Ao terceiro dia acaba
Tudo o que começou.
As promessas são nada,
Mas isso nem eu sou.

Fiquem felizes no Natal:
Não há mesas sem comer
Pois todos têm a tal
Ganância por receber.

sexta-feira, 19 de dezembro de 2014

Este belo Natal

Numa gélida e natalícia rua, sozinho, um menino procura uma específica loja por lá aberta. Entra numa com guloseimas de montra convidativas e brinquedos coloridos ao fundo sem sequer reparar que passou da rua fria à loja de confortável temperatura. Esse desejo extra-físico e corporal que cegamente o fez ver os artigos que o Natal fizera chegar àquele estabelecimento, que denota já sobre as suas paredes e demais estruturas idade pesada, explicava-se pela idade tenra e juvenil das suas pernas, que o apressaram até à prateleira mais afastada. Automático, o rapazito alcança uma caixa de madeira antiga com alguma inconveniente poeira - pelo sopro forte extinta - e com dois bonecos nela desenhados: um pai-natal acompanhado por um pequeno e prestável gnomo. Sem dúvida que o invólucro que segurava fazia parte do século precedente ao do nascimento do nosso protagonista, mas, com mais certeza ainda, ele reconhecia o grafismo: de onde? não sabia. Mas conhecia-o e jurava-o mentalmente. O que teria provocado aquele instinto que o fez alcançar a inexplicável e desejada caixa de madeira? Não sabia, mas tinha a certeza que algo de mágico, que só a alegria e a unicidade do Natal conseguiria explicar, se encontrava no seu interior.

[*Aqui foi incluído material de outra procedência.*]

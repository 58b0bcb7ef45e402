import 'server-only';
import { and, desc, eq, inArray, isNull, lt, sql } from 'drizzle-orm';
import { db } from '../client';
import { journals } from '../schema/journals';
import { patternVersions } from '../schema/pattern-versions';
import { patterns } from '../schema/patterns';
import { wearers } from '../schema/wearers';
import { recordAudit } from './audit';
import { moveToBin } from './bin';
import { writeGuarded } from './guarded';
import type { Written } from './outcome';
import type { Viewer } from './viewer';
import { journalIds, journalOwnedBy, journalVisibleTo } from './visible-to';

/** The last round as its swing ticket tells it: number, date, what was seen on it, what was changed before it. */
export interface TicketDto {
  number: number;
  wornOn: string | null;
  signsSeen: number;
  strongest: number;
  changesBefore: number;
  changesPlanned: number;
  photos: number;
  hangsClean: boolean;
  coverPhotoId: string | null;
  coverRevision: number | null;
}

const tickets = (only: 'last' | 'all') => sql<TicketDto[]>`(
  select coalesce(json_agg(ticket order by ticket.number), '[]') from (
    select r.number, r.worn_on as "wornOn", r.hangs_clean_at is not null as "hangsClean",
      (select count(distinct s.sign) from round_signs s where s.round_id = r.id and s.severity > 0)::int as "signsSeen",
      (select coalesce(max(s.severity), 0) from round_signs s where s.round_id = r.id)::int as strongest,
      (select count(*) from changes c join rounds b on b.id = c.round_id where b.journal_id = r.journal_id and b.deleted_at is null
        and b.number = (select max(p.number) from rounds p where p.journal_id = r.journal_id and p.deleted_at is null and p.number < r.number)
        and c.made_at is not null)::int as "changesBefore",
      (select count(*) from changes c where c.round_id = r.id)::int as "changesPlanned",
      (select count(*) from photos p where p.round_id = r.id and p.deleted_at is null)::int as photos,
      cover.id as "coverPhotoId", cover.revision as "coverRevision"
    from rounds r
    left join lateral (select p.id, p.revision from photos p where p.round_id = r.id and p.deleted_at is null order by p.id limit 1) cover on true
    where r.journal_id = journals.id and r.deleted_at is null
    order by r.number desc
    limit ${only === 'last' ? 1 : 100}
  ) ticket)`;

const COLUMNS = {
  id: journals.id,
  name: journals.name,
  settledAt: journals.settledAt,
  version: journals.version,
  wearerId: wearers.id,
  wearerName: wearers.name,
  patternId: patterns.id,
  patternName: patterns.name,
  garment: patterns.garment,
};

const joined = (viewer: Viewer, only: 'last' | 'all') =>
  db()
    .select({
      ...COLUMNS,
      isOwner: sql<boolean>`${journals.ownerId} = ${viewer.userId}`,
      tickets: tickets(only),
    })
    .from(journals)
    .innerJoin(wearers, eq(wearers.id, journals.wearerId))
    .innerJoin(patternVersions, eq(patternVersions.id, journals.patternVersionId))
    .innerJoin(patterns, eq(patterns.id, patternVersions.patternId));

const PAGE = 24;

/** The rail: every garment in work that is the viewer's, newest first; `before` is the id of the last one seen. */
export async function listJournals(viewer: Viewer, before?: string) {
  const rows = await joined(viewer, 'last')
    .where(and(journalOwnedBy(viewer), before === undefined ? undefined : lt(journals.id, before)))
    .orderBy(desc(journals.id))
    .limit(PAGE + 1);
  return { journals: rows.slice(0, PAGE), next: rows.length > PAGE ? (rows[PAGE - 1]?.id ?? null) : null };
}
export type RailJournalDto = Awaited<ReturnType<typeof listJournals>>['journals'][number];

/** A journal with a ticket for each of its rounds. */
export async function findJournal(viewer: Viewer, id: string) {
  const [row] = await joined(viewer, 'all').where(and(eq(journals.id, id), journalVisibleTo(viewer)));
  return row ?? null;
}
export type JournalDto = NonNullable<Awaited<ReturnType<typeof findJournal>>>;

export interface JournalInput {
  name: string;
  wearerId: string;
  patternDraftId: string;
}

/** Wearer and pattern draft must both be the viewer's; else, or when the id is somebody else's, null. */
export async function createJournal(viewer: Viewer, id: string, input: JournalInput): Promise<string | null> {
  return db().transaction(async (tx) => {
    const [allowed] = await tx
      .select({ wearerId: wearers.id, patternVersionId: patternVersions.id })
      .from(wearers)
      .innerJoin(patterns, and(eq(patterns.ownerId, viewer.userId), isNull(patterns.deletedAt)))
      .innerJoin(
        patternVersions,
        and(eq(patternVersions.patternId, patterns.id), eq(patternVersions.id, input.patternDraftId)),
      )
      .where(
        and(eq(wearers.id, input.wearerId), eq(wearers.ownerId, viewer.userId), isNull(wearers.deletedAt)),
      );
    if (!allowed) return null;
    const made = await tx
      .insert(journals)
      .values({ ...allowed, id, name: input.name, ownerId: viewer.userId })
      .onConflictDoNothing()
      .returning({ id: journals.id });
    if (made.length > 0) {
      await recordAudit(tx, { actorId: viewer.userId, verb: 'create', objectKind: 'journal', objectId: id });
      return id;
    }
    const [own] = await tx
      .select({ id: journals.id })
      .from(journals)
      .where(and(eq(journals.id, id), eq(journals.ownerId, viewer.userId)));
    return own?.id ?? null;
  });
}

export interface JournalEdit {
  name?: string | undefined;
  isSettled?: boolean | undefined;
}

export function updateJournal(
  viewer: Viewer,
  id: string,
  seenVersion: number,
  edit: JournalEdit,
): Promise<Written<JournalDto>> {
  const set = {
    ...(edit.name === undefined ? {} : { name: edit.name }),
    ...(edit.isSettled === undefined ? {} : { settledAt: edit.isSettled ? sql`now()` : null }),
    version: sql`${journals.version} + 1`,
  };
  return writeGuarded({
    viewer,
    objectKind: 'journal',
    id,
    edit,
    write: async (tx) => {
      const owned = inArray(journals.id, journalIds(journalOwnedBy(viewer)));
      const mine = and(eq(journals.id, id), owned, eq(journals.version, seenVersion));
      return (await tx.update(journals).set(set).where(mine).returning({ id: journals.id })).length > 0;
    },
    find: async () => {
      const journal = await findJournal(viewer, id);
      return journal?.isOwner ? journal : null;
    },
  });
}

export const removeJournal = (viewer: Viewer, id: string) =>
  moveToBin(viewer, 'journal', id, inArray(journals.id, journalIds(journalOwnedBy(viewer))));
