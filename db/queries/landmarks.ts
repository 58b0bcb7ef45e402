import 'server-only';
import { and, asc, eq, inArray } from 'drizzle-orm';
import { db, type Executor } from '../client';
import { photoLandmarks } from '../schema/photo-landmarks';
import { photos } from '../schema/photos';
import { recordAudit } from './audit';
import { done, missing, type Written } from './outcome';
import type { Viewer } from './viewer';
import { photoIsKept, roundFittableBy, roundIds, roundVisibleTo } from './visible-to';

export interface LandmarkInput {
  landmark: string;
  x: number;
  y: number;
}

/** Where the figure lies on a photo: one set for the photo, whoever placed it. `version` 0: nobody has yet. */
export interface LandmarksDto {
  revision: number;
  version: number;
  landmarks: LandmarkInput[];
}

async function readSet(tx: Executor, photoId: string, revision: number): Promise<LandmarksDto> {
  const { landmark, x, y, version } = photoLandmarks;
  const rows = await tx
    .select({ landmark, x, y, version })
    .from(photoLandmarks)
    .where(eq(photoLandmarks.photoId, photoId))
    .orderBy(asc(landmark));
  return {
    revision,
    version: Math.max(0, ...rows.map((row) => row.version)),
    landmarks: rows.map((row) => ({ landmark: row.landmark, x: row.x, y: row.y })),
  };
}

/** Null where the viewer may not see the photo. */
export async function findLandmarks(viewer: Viewer, photoId: string): Promise<LandmarksDto | null> {
  const [photo] = await db()
    .select({ revision: photos.revision })
    .from(photos)
    .where(
      and(eq(photos.id, photoId), photoIsKept, inArray(photos.roundId, roundIds(roundVisibleTo(viewer)))),
    );
  return photo ? readSet(db(), photoId, photo.revision) : null;
}

export interface LandmarksSave {
  revision: number;
  seen: number;
  landmarks: LandmarkInput[];
}

/**
 * Puts a whole set in the place of the one that was seen. A newer set, or a photo that was cut or turned meanwhile, is a
 * conflict and gives back what stands there. The same set sent again changes nothing. The photo's row is held meanwhile.
 */
export async function saveLandmarks(
  viewer: Viewer,
  photoId: string,
  { revision, seen, landmarks }: LandmarksSave,
): Promise<Written<LandmarksDto>> {
  return db().transaction(async (tx): Promise<Written<LandmarksDto>> => {
    const [photo] = await tx
      .select({ revision: photos.revision })
      .from(photos)
      .where(
        and(eq(photos.id, photoId), photoIsKept, inArray(photos.roundId, roundIds(roundFittableBy(viewer)))),
      )
      .for('update');
    if (!photo) return missing();
    const standing = await readSet(tx, photoId, photo.revision);
    if (photo.revision === revision && isSameSet(standing.landmarks, landmarks)) return done(standing);
    if (photo.revision !== revision || standing.version !== seen)
      return { kind: 'conflict', mine: landmarks, theirs: standing };
    await tx.delete(photoLandmarks).where(eq(photoLandmarks.photoId, photoId));
    const version = standing.version + 1;
    if (landmarks.length > 0)
      await tx.insert(photoLandmarks).values(landmarks.map((one) => ({ photoId, ...one, version })));
    await recordAudit(tx, { actorId: viewer.userId, verb: 'update', objectKind: 'photo', objectId: photoId, fields: ['landmarks'] }); // prettier-ignore
    return done(await readSet(tx, photoId, photo.revision));
  });
}

function isSameSet(standing: readonly LandmarkInput[], sent: readonly LandmarkInput[]): boolean {
  const places = new Map(standing.map(({ landmark, x, y }) => [landmark, { x, y }]));
  return (
    standing.length === sent.length &&
    sent.every(({ landmark, x, y }) => places.get(landmark)?.x === x && places.get(landmark)?.y === y)
  );
}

Num improvável dia sem clientes, o dono da loja, sentado em parte sobre uma cadeira e em parte sobre a idade, sossegadamente lia um livro muito antigo. Naquela época era costume a loja ter clientela de sobra, sobretudo de pessoas já antigas como o livro e o dono, que procuravam as coisas que as faziam sonhar nos Natais longínquos das suas infâncias. Com estranheza, quem entra é um menino, que sem ver nada do exposto - excepto, com um olhar vago, os chocolates à entrada - se penetra rapidamente na parte mais afastada da loja, agarrando a dita caixa de madeira de indecifrável conteúdo. Surpreso com este acontecimento inesperado, diz o velho dono:

- Raios te partam, Joãozinho, o que vieste aqui fazer com este frio? A tua mãe não pode ir às compras sossegada que a desobedeces logo e sais de casa!
- Desculpa lá avô, vim só buscar os comandos da consola. Podes vender a caixa, eu é que já não sabia do raio dos comandos. Só agora é que me lembrei que era aqui que os guardava.
- Muito bem, vê lá se tens juízo a voltar para casa. Como está a ser o Natal, já agora?
- Bom, farto-me de jogar Grand Theft Auto 5™ e Watch Dogs™ na Playstation 4™ da Sony®.
- Está bem, vá. Juizinho.
- Adeusinho, avô. Feliz Natal.
- Dá um beijinho à tua mãe.

E a caixa, que simboliza tão claramente o espírito de Natal que aproxima distantes gerações, foi vendida a um transeunte daquela rua que a conseguiu por dois euros e meio somente depois de regatear um pouco.

Feliz Natal a todos os dois leitores do Vou Escrever Um Blogue, e que 2015 seja melhor do que a maioria dos anos do século dezassete.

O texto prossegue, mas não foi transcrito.